# two of my wegies



## jenny armour (Feb 28, 2010)

torre and troy


----------



## moggiemum (Mar 28, 2013)

stop it ........this place is killing me i want to smooch /cuddle everyones cats,....help ...........

stunningly adorabaly breathtakingly gorgeous,

right calm down ,


i always wanted a mc but i ve been told nfc are a bit smaller this is better for me as my moggie is on the small side for a boy x

ps i have a thing about whisker pads , the bigger the better , thankyou for sharing x


----------



## Cazzer (Feb 1, 2010)

Two very yummy NFCs


----------



## lilythepink (Jul 24, 2013)

they are so pretty.


----------



## jenny armour (Feb 28, 2010)

moggiemum said:


> stop it ........this place is killing me i want to smooch /cuddle everyones cats,....help ...........
> 
> stunningly adorabaly breathtakingly gorgeous,
> 
> ...


hi moggiemum, yes wegies can be a little smaller, but they are still hefty.
troy my black and white is a little bigger his last weight was 6.1kgs and torre was 5.8 kgs


----------



## moggiemum (Mar 28, 2013)

i just don't want to overwhelm my boy but if there was a rescue wedgie kitten well .................it would be smaller than him for a couple of wks maybe


----------



## Guest (Dec 20, 2013)

What marvellous whisker's !


----------



## Guest (Dec 20, 2013)

@ moggies mum my princess is 4.5kg aka 9.999 pounds practically ten and she's underweight .


----------



## Vixxen (Jan 13, 2009)

beautiful! which breeder are they from?


----------



## jenny armour (Feb 28, 2010)

megsie84 said:


> What marvellous whisker's !


troys' are so long that he usually ends up with one sticking upwards and on the other side one facing downwards



Vixxen said:


> beautiful! which breeder are they from?


they are from Karen carter out of dr dante, unfortunately he is now a neuter
always wanted a black and white wegie or blue and white so I ended up with both



moggiemum said:


> i just don't want to overwhelm my boy but if there was a rescue wedgie kitten well .................it would be smaller than him for a couple of wks maybe


go for a girl. unfortunately or should I say fortunately there isn't many rehomes around, but sometimes the breeders might want to rehome a ex breeding girl


----------



## Jonescat (Feb 5, 2012)

Ooh they are looking good!
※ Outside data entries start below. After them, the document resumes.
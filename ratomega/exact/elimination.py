"""Contraction with the inverse of a symmetric form whose entries are exact series in t.

Over series with coefficients in a field, a form can be diagonalised by t-integral changes of basis alone, when every
pivot is an entry of the lowest valuation that is left. So nothing is lost on the way: the rest of the form keeps the
precision of the start, and with v the highest valuation of a pivot the answer loses 2 v. A form over numbers is the
case of precision 1, where every valuation is 0; rational ones are solved by flint, which lifts from a prime.
"""

from __future__ import annotations

from collections.abc import Sequence

from flint import fmpq, fmpq_mat, fmpq_poly

from ratomega.exact.laurent import Laurent
from ratomega.exact.quadratic import only_rational
from ratomega.exact.rational import ZERO

__all__ = ["diagonalised_contraction", "inverse_contraction"]

Rows = Sequence[Sequence[Laurent]]


def inverse_contraction(form: Rows, left: Rows, right: Rows, *, precision: int) -> Laurent:
    """The trace of left^T form^(-1) right, to ``precision`` at most.

    ``form`` is symmetric, n x n; ``left`` and ``right`` are n x m (m = 1 makes it a scalar product). All entries have
    valuation 0 or more. The precision of the answer tells how far it is known; a pole of the inverse that does not
    cancel is a negative valuation of the answer.

    Raises ``ZeroDivisionError`` when the form is degenerate as far as it is known.

    >>> t = Laurent.from_coefficients(1, [1], precision=4)
    >>> one, zero = Laurent.constant(1, precision=4), Laurent.zero(precision=4)
    >>> str(inverse_contraction([[zero, t], [t, zero]], [[one], [zero]], [[zero], [one]], precision=1))
    '1*t^-1 + O(t^1)'
    """
    matrix, one_side, other_side = _as_matrix(form), _as_matrix(left), _as_matrix(right)
    if matrix is not None and one_side is not None and other_side is not None:
        return Laurent.constant(_over_q(matrix, one_side, other_side), precision=min(1, precision))
    return diagonalised_contraction(form, left, right, precision=precision)


def _as_matrix(rows: Rows) -> fmpq_mat | None:
    """The rows as rational numbers; None when an entry is a longer series or lies beyond Q."""
    values: list[list[fmpq]] = []
    for row in rows:
        if not all(x.precision == 1 and x.valuation >= 0 and isinstance(x.poly, fmpq_poly) for x in row):
            return None
        values.append([only_rational(x.coefficient(0)) for x in row])
    return fmpq_mat(values)


def _over_q(form: fmpq_mat, left: fmpq_mat, right: fmpq_mat) -> fmpq:
    solution = form.solve(right)
    columns = range(left.ncols())
    return sum((left[i, j] * solution[i, j] for i in range(left.nrows()) for j in columns), ZERO)


def diagonalised_contraction(form: Rows, left: Rows, right: Rows, *, precision: int) -> Laurent:
    """``inverse_contraction`` for every kind of entries. Cost: n^3/6 + 2 m n^2/2 products of series."""
    size = len(form)
    rows = [[form[min(i, j)][max(i, j)] for j in range(size)] for i in range(size)]
    lefts, rights = [list(row) for row in left], [list(row) for row in right]
    remaining = list(range(size))
    total = Laurent.zero(precision=precision)
    while remaining:
        pivot = _pivot(rows, lefts, rights, remaining)
        remaining.remove(pivot)
        inverse = rows[pivot][pivot].inverse()
        for x, y in zip(lefts[pivot], rights[pivot], strict=True):
            total = total + x * y * inverse
        for place, k in enumerate(remaining):
            if rows[pivot][k].is_zero():
                continue
            factor = -(rows[pivot][k] * inverse)
            for j in remaining[place:]:
                rows[k][j] = rows[j][k] = rows[k][j] + factor * rows[pivot][j]
            _add(lefts[k], lefts[pivot], factor)
            _add(rights[k], rights[pivot], factor)
    return total


def _add(row: list[Laurent], other: Sequence[Laurent], factor: Laurent) -> None:
    for index, x in enumerate(other):
        if not x.is_zero():
            row[index] = row[index] + factor * x


def _pivot(rows: list[list[Laurent]], left: list[list[Laurent]], right: list[list[Laurent]], places: list[int]) -> int:
    """A place whose diagonal entry has the lowest valuation of all that is left, the basis changed if there is none."""
    best = min(places, key=lambda i: rows[i][i].valuation)
    low = rows[best][best].valuation
    if low > 0 or rows[best][best].is_zero():
        valuation, i, j = min((rows[i][j].valuation, i, j) for i in places for j in places if i <= j)
        if rows[i][j].is_zero():
            raise ZeroDivisionError("the form is degenerate as far as it is known")
        if valuation < low:
            # Both diagonal entries are higher, so that of e_i + e_j is led by twice the entry between them.
            for k in places:
                rows[i][k] = rows[i][k] + rows[j][k]
            for k in places:
                rows[k][i] = rows[k][i] + rows[k][j]
            left[i] = [x + y for x, y in zip(left[i], left[j], strict=True)]
            right[i] = [x + y for x, y in zip(right[i], right[j], strict=True)]
            return i
    return best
Magnificent ruffs! I hope that I shall have a B&W one day, and recently OH confided he would like a blue and white - I shall show him this picture as a suggestion for the future!


----------



## Vixxen (Jan 13, 2009)

Jonescat said:


> Ooh they are looking good! Magnificent ruffs! I hope that I shall have a B&W one day, and recently OH confided he would like a blue and white - I shall show him this picture as a suggestion for the future!


I have 3 blue and white wegies.....the best colour!


----------



## jenny armour (Feb 28, 2010)

jonescat said:


> ooh they are looking good! Magnificent ruffs! I hope that i shall have a b&w one day, and recently oh confided he would like a blue and white - i shall show him this picture as a suggestion for the future!:d


you could end up like me and had one of each, i couldnt decide in the end


----------



## jenny armour (Feb 28, 2010)

Must admit i always wanted a black and white wegie when i first saw a wegie called major morgan years ago. Troy is everything i wanted in a b & w wegie, he has such character. Torre my blue and white is such a baby but alot more timid than his brother


----------



## Lunabuma (Dec 12, 2011)

They are magnificent!


----------



## sskmick (Feb 4, 2008)

They are absolutely stunning.


----------